Using Queue Lanes to Encourage a Pull System
For our Validation step, we have two lanes: the queue lane (Validation Ready), and the doing lane (“Validation Doing”). This means that when our work on a card is done, we move it into the “Validation Ready” lane. Whenever the person responsible for its validation is ready to start validating it, they pull it into the “Validation Doing” lane. When they are done, they move it into “Finished”.
We use a “Watching” lane to visualize any work that has been delegated to another team, but that we want to keep our eyes on, like a security fix. This “Watching” lane does not affect our WIP limit, as we are not the ones doing the work on it.
Visualizing “Stop the Line” Work
Any work that is marked “Stop the Line”, such as a server or load balancer outage, is placed into the Expedite lane. We assign any users to this card that need to stop their work to complete this expedited task. To reinforce this, we block any other active cards assigned to them until the task is completed. When you block a card in LeanKit, you are asked to provide a reason for the blocker, so your team understands the purpose of the delay. We use the title of the “Stop the Line” card as the explanation for the blocker.
To organize the cards, we use a variety of LeanKit features, such as card types, custom icons, user assignments, tags, and dates. Every person that touches a card is assigned to that card, including when the card is validated. We try to give estimates of when cards will be completed (assigning a planned finish date), particularly for unplanned work such as squad requests or private cloud deployments. We use different custom icons to represent different types of work, such as security or database work. Finally, we utilize tags as often as possible, which makes it easier to use the filter and quickly find what we need.

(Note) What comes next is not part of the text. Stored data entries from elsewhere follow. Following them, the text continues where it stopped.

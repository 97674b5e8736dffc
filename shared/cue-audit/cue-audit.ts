import { recordDecimal } from '../findings/record-decimal.ts';
import type { Method } from '../methods/method.ts';
import { holm } from '../statistics/holm.ts';
import { redrawTest } from '../statistics/redraw-test.ts';
import type { ContrastName } from './contrasts.ts';
import type { CueAuditResult, CueLine } from './cue-audit-result.ts';
import type { CueTrial } from './cue-trials.ts';
import { type Cue, cuesOf } from './cues.ts';
import { effectOf } from './effect.ts';
import { followsCues, ordersTried } from './follows-cue.ts';
import { labelsOf } from './labels.ts';
import { alternation, drawRepeats, followsPreviousTruth, type Pattern, truthZOf } from './patterns.ts';
import { type ScoreTable, scoreTables } from './score-tables.ts';

/** At most so often the audit finds something where nothing but the sound told anything. */
export const auditLevel = 0.05;

type Asked = Omit<CueLine, 'p' | 'adjusted' | 'isFound' | 'effect' | 'expected'> & {
  readonly p: number;
  readonly effect: number | null;
  readonly expected: number | null;
  /** For answers: whether they go with the cue further than with what was drawn. */
  readonly isBetter: boolean;
};

type Tried = { readonly table: ScoreTable; readonly p: number; readonly z: number };

/** The table that tells the most, its p adjusted for how many were asked by Bonferroni's inequality. */
function leastOf(tried: readonly Tried[]): Tried | null {
  const [first, ...others] = tried;
  if (first === undefined) return null;
  const least = others.reduce((one, other) => (other.p < one.p ? other : one), first);
  return { ...least, p: Math.min(1, least.p * tried.length) };
}

function lineOf(
  cue: Cue,
  question: CueLine['question'],
  { table: { contrast }, p, z }: Tried,
  study: { readonly trials: readonly CueTrial[]; readonly truthZ: number },
): Asked {
  return {
    cue: cue.id,
    question,
    contrast: contrast.name satisfies ContrastName,
    label: contrast.label,
    listener: null,
    p,
    effect: effectOf(cue, contrast, question, study.trials),
    expected: null,
    isBetter: question === 'truth' || Math.abs(z) > study.truthZ,
  };
}

function patternLine(cue: string, question: CueLine['question'], pattern: Pattern | null): Asked[] {
  if (pattern === null) return [];
  const { listener, p, observed, expected, z, truthZ } = pattern;
  const isBetter = question === 'truth' || Math.abs(z) > truthZ;
  return [{ cue, question, contrast: 'answer', label: null, listener, p, effect: observed, expected, isBetter }];
}

/** Whether the cues tell what was drawn: whole trials are drawn anew, everything else held. */
function truthLines(method: Method, trials: readonly CueTrial[], cues: readonly [Cue, ScoreTable[]][]): Asked[] {
  const drawn = trials.map(({ truth }) => method.truths.indexOf(truth));
  return cues.flatMap(([cue, tables]) => {
    const tried = tables.map((table) => {
      const { p } = redrawTest(table.byTruth.map((scores, index) => ({ scores, drawn: drawn[index] ?? 0 })));
      return { table, p, z: 0 };
    });
    const least = leastOf(tried);
    return least === null ? [] : [lineOf(cue, 'truth', least, { trials, truthZ: 0 })];
  });
}

/** Whether answers follow the cues: whole trials' answers in other orders, everything else held. */
function answerLines(
  method: Method,
  trials: readonly CueTrial[],
  cues: readonly [Cue, ScoreTable[]][],
  orders: number,
): Asked[] {
  const asked = cues
    .filter(([cue]) => cue.isBeforeAnswers)
    .flatMap(([cue, tables]) =>
      tables.flatMap((table) => (table.byLabel === null ? [] : [{ cue, table, scores: table.byLabel }])),
    );
  const labels = labelsOf(method);
  const counts = trials.map(({ answers }) =>
    labels.map((label) => answers.filter(({ choice }) => choice === label).length),
  );
  const sessions = [...new Set(trials.map(({ session }) => session))];
  const strata = sessions.map((session) => [...trials.keys()].filter((index) => trials[index]?.session === session));
  const followed = followsCues(
    asked.map(({ scores }) => scores),
    counts,
    strata,
    orders,
  );
  const truthZ = Math.abs(truthZOf(method, trials));
  return [...new Set(asked.map(({ cue }) => cue))].flatMap((cue) => {
    const tried = asked.flatMap(({ cue: own, table }, index) => {
      const { p, z } = followed[index] ?? { p: 1, z: 0 };
      return own === cue ? [{ table, p, z }] : [];
    });
    const least = leastOf(tried);
    return least === null ? [] : [lineOf(cue, 'answers', least, { trials, truthZ })];
  });
}

/**
 * Whether anything but the sound told what was drawn, or answers followed something else than what was drawn.
 *
 * Every cue of `cuesOf`, what was drawn before, and each listener's own answers before. Two questions of each: does it tell
 * what was drawn (the draw redrawn by whole trials, one draw for all listeners, everything else held fixed), and do answers
 * go with it, further than with what was drawn (answers of whole trials in other orders within their session). All p are
 * adjusted together by Holm's rule. It claims nothing and changes no figure.
 *
 * @param method the study's
 * @param trials every locked trial, in order
 * @param orders orders tried for the second question, at least 1
 * @returns a line for each cue and question, in a fixed order
 * @see redrawTest, followsCues, runsTest, binomialTest and holm for the sources
 */
export function cueAudit(method: Method, trials: readonly CueTrial[], orders = ordersTried): CueAuditResult {
  const cues = cuesOf(method, trials).map((cue): [Cue, ScoreTable[]] => [cue, scoreTables(method, cue, trials)]);
  const asked = [
    ...truthLines(method, trials, cues),
    ...patternLine('previous', 'truth', drawRepeats(method, trials)),
    ...answerLines(method, trials, cues, orders),
    ...patternLine('previous', 'answers', followsPreviousTruth(method, trials)),
    ...patternLine('alternation', 'answers', alternation(method, trials)),
  ];
  const adjusted = holm(asked.map(({ p }) => Math.min(1, p)));
  const least = 2 / labelsOf(method).length ** trials.length;
  return {
    version: 1,
    level: recordDecimal(auditLevel),
    trials: trials.length,
    orders,
    couldFind: asked.length > 0 && least * asked.length <= auditLevel,
    lines: asked.map(({ p, effect, expected, isBetter, ...line }, index) => ({
      ...line,
      p: recordDecimal(Math.min(1, p)),
      adjusted: recordDecimal(adjusted[index] ?? 1),
      isFound: isBetter && (adjusted[index] ?? 1) <= auditLevel,
      effect: effect === null ? null : recordDecimal(effect),
      expected: expected === null ? null : recordDecimal(expected),
    })),
  };
}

There are two quotes that come to mind when I think about how we manage IT Operations work: Laurence J. Peters says, “If you don’t know where you are going, you will probably end up somewhere else.” However, Douglas Adams says, “I may not have gone where I intended to go, but I think I have ended up where I needed to be.” In any line of work, it is important to always have clear priorities and a plan. But it is equally important to be able to pivot, adjust, and shift priorities as needed, based on the needs of the business.
The only constant in IT Operations is chaos, which creates an environment of “continuous confusion”. Using LeanKit helps our team minimize this chaos, giving us a systematic way to visualize and prioritize our work, and shift priorities as needed. Instead of haphazardly reacting to shifting priorities and unplanned work, we are able to respond, learn, and adapt our system. This helps us shift from a state of “continuous confusion”, to one of continuous improvement.